I fall into this category. Born in 1978, I am "officially" at the end of Gen X, but I don't subscribe to all their angst and pessimism, yet I'm also certainly not a Gen Y/Millennial since I came of age pre-wide-spread internet usage and cell phones. Over at Slate, they have an article up that attempts to define us born during the Carter administration and first year under Reagan, Generation Catalano. As K said, who also falls into this group, it isn't the most profound tryst on people our age, but it does raise a few questions. Namely, what makes this group (including most of all of you that read this!) different enough to not feel a shared conscience with Gen X or Y.
To me, I think the main thing that separates us is the fact that we were the last set of people to go through high school before mass and instant communication became a part of our lives.
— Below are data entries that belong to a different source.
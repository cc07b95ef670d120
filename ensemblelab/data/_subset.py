"""Subsets of an Ensemble by snapshot rows (used by ``Ensemble.select`` / ``without``).

A subset of a validated ensemble, taken in row order, is valid by construction: the
snapshots stay sorted by trajectory and time, the times finite, the active states in
range, the arrays the right shape. :func:`take_rows` therefore builds it directly
(:func:`trusted_subset`: no second validation, which costs milliseconds of pandas work
per call and dominates loops over many subsets, such as the convergence section of
the report), and recomputes only what depends on the rows kept: ``n_steps`` and
``t_end`` of each trajectory. Anything it cannot vouch for (rows not strictly
increasing, a subclass, extension dtypes in the trajectories table) goes through the
validating constructor, as before. Tests compare both paths field by field.
"""

from __future__ import annotations

import copy
from typing import Any

import numpy as np

from ._schema import SNAPSHOT_ARRAYS, TRAJECTORY_ARRAYS

__all__ = ["take_rows", "trusted_subset", "validated_subset"]


def _read_only(arr: np.ndarray) -> np.ndarray:
    arr.setflags(write=False)
    return arr


def validated_subset(ens: Any, rows: np.ndarray) -> Any:
    """The subset built through the validating constructor (the reference path)."""
    frame = ens.snapshots.iloc[rows].reset_index(drop=True)
    ids = np.unique(frame["traj"].to_numpy())
    keep = ens.trajectories["traj"].isin(ids).to_numpy()
    trajs = ens.trajectories.loc[keep, [c for c in ens.trajectories.columns
                                        if c not in ("n_steps", "t_end")]]
    arrays = {name: None if getattr(ens, name) is None else getattr(ens, name)[rows]
              for name in SNAPSHOT_ARRAYS}
    for name in TRAJECTORY_ARRAYS:
        value = getattr(ens, name)
        arrays[name] = None if value is None else value[keep]
    return type(ens)(
        snapshots=frame, geometries=ens.geometries[rows], energies=ens.energies[rows],
        symbols=ens.symbols, masses=ens.masses, trajectories=trajs,
        state_labels=ens.state_labels, cation_labels=ens.cation_labels,
        metadata=copy.deepcopy(ens.metadata), **arrays)


def _trusted_ok(ens: Any, rows: np.ndarray) -> bool:
    if rows.size == 0:
        return False
    if rows[0] < 0 or rows[-1] >= ens.n_snapshots or np.any(np.diff(rows) <= 0):
        return False
    trajs = ens.trajectories
    return (list(trajs.columns[:5]) == ["traj", "weight", "initial_state", "n_steps", "t_end"]
            and all(isinstance(dt, np.dtype) for dt in trajs.dtypes))


def trusted_subset(ens: Any, rows: np.ndarray) -> Any:
    """The subset of the validated Ensemble `ens` at the strictly increasing snapshot
    `rows`, built without a second validation (equal to :func:`validated_subset`)."""
    frame = ens.snapshots.iloc[rows].reset_index(drop=True)
    frame.flags.allows_duplicate_labels = True
    traj = frame["traj"].to_numpy()
    first = np.r_[0, np.flatnonzero(traj[1:] != traj[:-1]) + 1]
    last = np.r_[first[1:] - 1, traj.size - 1]
    all_trajs = ens.trajectories
    keep = np.isin(all_trajs["traj"].to_numpy(), traj[first])
    trajs = all_trajs.loc[keep].reset_index(drop=True)
    trajs["n_steps"] = (last - first + 1).astype(np.int64)
    trajs["t_end"] = frame["time"].to_numpy()[last]
    fields: dict[str, Any] = {
        "snapshots": frame, "trajectories": trajs,
        "geometries": _read_only(ens.geometries[rows]),
        "energies": _read_only(ens.energies[rows]), "symbols": ens.symbols,
        "masses": ens.masses, "state_labels": ens.state_labels,
        "cation_labels": ens.cation_labels, "metadata": copy.deepcopy(ens.metadata)}
    for name in SNAPSHOT_ARRAYS:
        value = getattr(ens, name)
        fields[name] = None if value is None else _read_only(value[rows])
    for name in TRAJECTORY_ARRAYS:
        value = getattr(ens, name)
        fields[name] = None if value is None else _read_only(value[keep])
    out = object.__new__(type(ens))
    for name in type(ens).__dataclass_fields__:
        object.__setattr__(out, name, fields[name])
    return out


def take_rows(ens: Any, rows: Any, *, trusted: bool = False) -> Any:
    """A new Ensemble with the snapshot `rows` (positions) of `ens`.

    Parameters
    ----------
    ens : Ensemble
    rows : array_like of int, shape (n_rows,)
        Snapshot positions.
    trusted : bool
        The caller vouches that ``type(ens)`` validates nothing beyond
        :class:`~ensemblelab.data.ensemble.Ensemble` (no subclass hooks); the direct path
        is then used when the rows allow it.

    Returns
    -------
    Ensemble
    """
    rows = np.asarray(rows, dtype=np.int64)
    if trusted and _trusted_ok(ens, rows):
        return trusted_subset(ens, rows)
    return validated_subset(ens, rows)

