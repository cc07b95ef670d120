"""Blocks of whole trajectories: the contract between data sources and the reduction engine.

A :class:`BlockSource` (an in-memory ensemble wrapped by
:class:`ensemblelab.compute.engine.EnsembleSource`, or a chunked store opened as
:class:`ensemblelab.io.lazy.LazyEnsemble`) hands out picklable loaders, one per block of
whole trajectories, and a :class:`BlockSpan` per block saying where it sits. Defined in
the data layer so that io implements it and compute consumes it without either
importing the other.
"""

from __future__ import annotations

from collections.abc import Callable, Iterable, Mapping
from dataclasses import dataclass, field
from typing import Any, Protocol, runtime_checkable

__all__ = ["BlockSpan", "BlockSource"]


@dataclass(frozen=True)
class BlockSpan:
    """Where a block sits in its source, known without reading it.

    Attributes
    ----------
    index : int
        Block number (0-based).
    traj_start : int
        Row of the source's trajectory table holding the block's first trajectory.
    n_trajectories, n_snapshots : int
        Sizes of the block.
    summary : mapping
        What the source knows about the block without reading it (a chunked store's
        manifest: ``t_min``, ``t_max``, ``dt_values``, ``dt_counts``, ``ip_min``,
        ``ip_max``); empty when nothing is known.
    """

    index: int
    traj_start: int
    n_trajectories: int
    n_snapshots: int
    summary: Mapping[str, Any] = field(default_factory=dict)


@runtime_checkable
class BlockSource(Protocol):
    """Blocks of whole trajectories plus the small tables every block shares.

    Implemented by :class:`EnsembleSource` (one block) and by
    :class:`ensemblelab.io.lazy.LazyEnsemble` (one block per chunk).
    """

    trajectories: Any  # pandas.DataFrame, one row per trajectory (with ``t_end``)
    state_labels: tuple[str, ...]
    cation_labels: tuple[str, ...]
    metadata: dict[str, Any]

    @property
    def n_trajectories(self) -> int: ...

    @property
    def n_snapshots(self) -> int: ...

    @property
    def n_states(self) -> int: ...

    @property
    def n_cation(self) -> int: ...

    @property
    def columns(self) -> list[str]: ...

    @property
    def times(self) -> Any:
        """Sorted distinct snapshot times (fs), ndarray."""
        ...

    def has(self, name: str) -> bool:
        """Whether the source holds array `name`."""
        ...

    def spans(self) -> list[BlockSpan]:
        """One :class:`BlockSpan` per block, in trajectory order."""
        ...

    def block_loaders(self, fields: Iterable[str] | None = None,
                      columns: Iterable[str] | None = None) -> list[Callable[[], Any]]:
        """One picklable loader per block.

        ``fields`` names the arrays a partial reads (None: a whole, validated
        Ensemble); ``columns`` the snapshot columns besides ``traj``, ``time`` and
        ``active``.
        """
        ...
When we were in high school, NO one had a cell phone and about the closest thing you could do to communicate with a large group of people at once, besides sending an email to your two or three friends with one, was post a message on your local BBS. Yeah, remember those? If you wanted to flirt with someone or ask them out, you physically had to be in their presence and use actual words. In other words, we are like the last cavemen before fire was discovered or the people that turned 20 in 1492 and had to realize that the earth was officially round.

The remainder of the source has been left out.